Using Cartoon Character Color Codes for Fan Art and Design
All cartoon character color codes documented on Toon Tone are free to reference for personal fan art, cosplay, design projects, and educational work. The values represent documented observations of colors as they appear in official source material; Toon Tone is an independent fan project not affiliated with any animation studio or rights holder.
For digital illustration in Procreate or Photoshop, paste the HEX code directly into the color picker. For fabric dyeing or physical production, use the HSB values as a reference when working with a color-matching service. For motion graphics or web development, the RGB values drop straight into any CSS or code-based workflow.
Cartoon Character Color Codes — FAQ
What format should I use for fan art — HEX or RGB?
For digital illustration tools like Photoshop, Procreate, Clip Studio Paint, and Figma, paste the HEX code directly into the color picker — it's the fastest path from the database to your canvas. For motion design tools or code-based workflows, use the RGB values. HSB is most useful when you're adjusting colors interactively or working with a tool that exposes the HSB color model natively, like Toon Tone's own sliders.
Why does Pikachu's yellow look different in different images?
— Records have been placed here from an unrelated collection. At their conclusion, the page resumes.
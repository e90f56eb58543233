import type { ExchangeFigure } from '#common/engine/link/exchange-plan.types.ts';
import { formatDuration } from '#common/units/format-duration.ts';
import { formatNumber, formatQuantity, formatShare, withUnit } from '#common/units/format-quantity.ts';

/** A figure of a plan as the page shows it. */
export function figureWords({ value, unit }: Pick<ExchangeFigure, 'value' | 'unit'>): string {
  switch (unit) {
    case 's':
      return phaseTime(value);
    case 'octets':
      return withUnit(formatNumber(value, { significantDigits: 4 }), value === 1 ? 'octet' : 'octets');
    case 'probability':
      return probability(value);
    case 'count':
      return formatNumber(value, { significantDigits: 4 });
    case 'ppm':
      return formatQuantity(value, 'tolerance');
    case 'dBm':
      return formatQuantity(value, 'level');
    case 'dB':
      return withUnit(formatNumber(value), 'dB');
    case 'per-day':
      return withUnit(formatNumber(value), 'a day');
  }
}

/** Close to 1 the rest is what counts, so it is not rounded away. */
function probability(value: number): string {
  const isNearOne = value > 0.99 && value < 1;
  return formatShare(value, { significantDigits: isNearOne ? 6 : 3 });
}

/** A time of the link: four digits, because a microsecond of some milliseconds is meant. */
export const phaseTime = (timeS: number): string => formatDuration(timeS, { significantDigits: 4 });
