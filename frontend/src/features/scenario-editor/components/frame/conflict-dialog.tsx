import { useMemo } from 'react';
import { diffDocuments } from '#common/schemas/document-diff.ts';
import type { ScenarioDetail } from '#common/schemas/api/scenarios.ts';
import { Button } from '#frontend/components/button.tsx';
import { Dialog, DialogActions } from '#frontend/components/dialog.tsx';
import { dateAndTime } from '#frontend/lib/dates.ts';
import { useEditorState } from '#frontend/features/scenario-editor/hooks/editor-context.tsx';
import type { Saving } from '#frontend/features/scenario-editor/hooks/use-save.ts';
import { ChangeList } from '../revisions/change-list.tsx';

/** Someone saved in between: shows both sides and lets the person choose. Neither choice loses anything. */
export function ConflictDialog({ saving, theirs }: { saving: Saving; theirs: ScenarioDetail }) {
  const base = useEditorState((state) => state.saved);
  const mine = useEditorState((state) => state.document);
  const theirChanges = useMemo(() => diffDocuments(base.document, theirs.document), [base, theirs]);
  const myChanges = useMemo(() => diffDocuments(base.document, mine), [base, mine]);
  const theirPaths = new Set(theirChanges.map(({ path }) => path));
  const contested = new Set(myChanges.map(({ path }) => path).filter((path) => theirPaths.has(path)));
  return (
    <Dialog
      title={`${theirs.updatedBy} saved revision ${theirs.revision} meanwhile`}
      isOpen
      isWide
      onClose={saving.dismiss}
    >
      <p className="text-muted">
        You began on revision {base.revision}; revision {theirs.revision} was saved {dateAndTime(theirs.updatedAt)}. It
        stays in the list of revisions whatever you choose, and what you changed stays within reach of undo.
      </p>
      <div className="mt-5 grid gap-x-10 gap-y-6 md:grid-cols-2">
        <section aria-labelledby="their-changes" className="min-w-0">
          <h3 id="their-changes" className="font-extrabold">
            What {theirs.updatedBy} changed
          </h3>
          <div className="max-h-72 overflow-y-auto" tabIndex={0} role="region" aria-labelledby="their-changes">
            <ChangeList label="Their changes" changes={theirChanges} contested={contested} />
          </div>
        </section>
        <section aria-labelledby="my-changes" className="min-w-0">
          <h3 id="my-changes" className="font-extrabold">
            What you changed
          </h3>
          <div className="max-h-72 overflow-y-auto" tabIndex={0} role="region" aria-labelledby="my-changes">
            <ChangeList label="Your changes" changes={myChanges} contested={contested} />
          </div>
        </section>
      </div>
      <DialogActions>
        <Button onClick={saving.dismiss}>Keep editing</Button>
        <Button onClick={saving.takeTheirs}>Take revision {theirs.revision} (mine stays in undo)</Button>
        <Button variant="primary" onClick={saving.keepMine}>
          Keep mine as a new revision on top
        </Button>
      </DialogActions>
    </Dialog>
  );
}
Pikachu's yellow varies across sources for three reasons: JPEG compression introduces color shifts in any saved screenshot; display screens vary in calibration, shifting perceived warmth and brightness; and different seasons of the Pokémon anime applied slightly different color grading to the whole production. Toon Tone's cartoon character color codes are sampled from uncompressed, high-quality source material and represent the production's intended base color, not a scene-specific variation.
Are the cartoon character color codes here official values?
The values documented here represent careful observation and sampling of official source material. Toon Tone is an independent fan project and is not affiliated with any animation studio, network, or rights holder. The cartoon character color codes are presented purely for reference and educational use. Where values have been debated, Toon Tone notes the variance and explains the methodology used to arrive at the published figure.
Which characters are getting full color profile pages next?
Homer Simpson, SpongeBob SquarePants, Stitch, Goku, and Bart Simpson are next up for full cartoon character color codes pages with per-body-part breakdowns. Pikachu and SpongeBob are already live — find them in the character grid above.